Data processing

bartz.prepcovars.quantilized_splits_from_matrix(X, max_bins)[source]

Determine bins that make the distribution of each predictor uniform.

Xarray (p, n)

A matrix with p predictors and n observations.


The maximum number of bins to produce.

splitsarray (p, m)

A matrix containing, for each predictor, the boundaries between bins. m is min(max_bins, n) - 1, which is an upper bound on the number of splits. Each predictor may have a different number of splits; unused values at the end of each row are filled with the maximum value representable in the type of X.

max_splitarray (p,)

The number of actually used values in each row of splits.

bartz.prepcovars.uniform_splits_from_matrix(X, num_bins)[source]

Make an evenly spaced binning grid.

Xarray (p, n)

A matrix with p predictors and n observations.
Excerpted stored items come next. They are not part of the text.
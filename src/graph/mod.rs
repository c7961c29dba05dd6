//! Graph files: reading them, settling settings, expanding composites and
//! checking everything before a sample flows.

mod checks;
pub(crate) mod error;
pub mod file;
pub(crate) mod resolve;

pub use error::GraphError;
pub use resolve::{KnobValue, Origin, Override, Overrides, ResolvedBlock, ResolvedGraph, Wire, resolve};
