impl RatioDiscriminator {
    fn take(&mut self, dwell: DwellRecord, out: &mut Outputs) -> Result<(), BlockError> {
        self.last_stamp = Some(dwell.mid);
        let name: &str = &dwell.tag.name;
        let found = self.slots.iter().position(|s| s.pair.plus == name || s.pair.minus == name);
        let Some(k) = found else {
            if self.unknown_lobes.len() < UNKNOWN_LOBES_REPORTED && self.unknown_lobes.insert(name.to_string()) {
                out.warn(
                    dwell.mid,
                    format!("dwells of lobe '{name}' (first at sample {}) belong to no pair; ignored", dwell.mid.index),
                );
            }
            return Ok(());
        };
        let is_plus = self.slots[k].pair.plus == name;
        self.slots[k].seen[usize::from(!is_plus)] = true;
        let partner = match self.slots[k].waiting.take() {
            Some((w, w_plus)) if w_plus != is_plus && self.max_gap.allows(w.mid, dwell.mid) => Some(w),
            Some(_) => {
                // Same lobe again, or the partner is too old: the older dwell stays unused.
                self.unpaired += 1;
                None
            }
            None => None,
        };
        let Some(partner) = partner else {
            self.slots[k].waiting = Some((dwell, is_plus));
            return Ok(());
        };
        if partner.mid.rate != dwell.mid.rate {
            return Err(BlockError::at(
                format!(
                    "dwells of '{}' and '{}' have different sample rates ({} and {} S/s)",
                    partner.tag.name, dwell.tag.name, partner.mid.rate, dwell.mid.rate
                ),
                dwell.mid.index,
            ));
        }
        let (plus, minus) = if is_plus { (&dwell, &partner) } else { (&partner, &dwell) };
        let estimate = self.estimate(&self.slots[k], plus, minus);
        out.push(DiscriminatorOut::Estimates, Item::Estimate(std::sync::Arc::new(estimate)));
        Ok(())
    }

    fn report_unpaired(&mut self, out: &mut Outputs) {
        let at = self.last_stamp.unwrap_or(Stamp::new(0, 1.0));
        let left_waiting = self.slots.iter().filter(|s| s.waiting.is_some()).count() as u64;
        let unpaired = self.unpaired + left_waiting;
        if unpaired > 0 {
            // Dwells still waiting when the capture ends are routine; a partner missing mid-run is not.
            let severity = if self.unpaired > 0 { Severity::Warning } else { Severity::Information };
            out.raise(at, format!("{unpaired} dwell(s) found no partner dwell and gave no estimate"), severity);
        }
        for slot in &self.slots {
            for (lobe, seen) in [(&slot.pair.plus, slot.seen[0]), (&slot.pair.minus, slot.seen[1])] {
                if !seen {
                    out.warn(at, format!("lobe '{lobe}' of pair '{}' never appeared in the dwells", slot.pair.axis));
                }
            }
        }
    }
}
The number of bins to produce.

splitsarray (p, num_bins - 1)

A matrix containing, for each predictor, the boundaries between bins. The excluded endpoints are the minimum and maximum value in each row of X.

max_splitarray (p,)

The number of cutpoints in each row of splits, i.e., num_bins - 1.

bartz.prepcovars.bin_predictors(X, splits, **kw)[source]

Bin the predictors according to the given splits.

A value x is mapped to bin i iff splits[i - 1] < x <= splits[i].

Xarray (p, n)

A matrix with p predictors and n observations.

splitsarray (p, m)

A matrix containing, for each predictor, the boundaries between bins. m is the maximum number of splits; each row may have shorter actual length, marked by padding unused locations at the end of the row with the maximum value allowed by the type.


Additional arguments are passed to jax.numpy.searchsorted.

X_binnedint array (p, n)

A matrix with p predictors and n observations, where each predictor has been replaced by the index of the bin it falls into.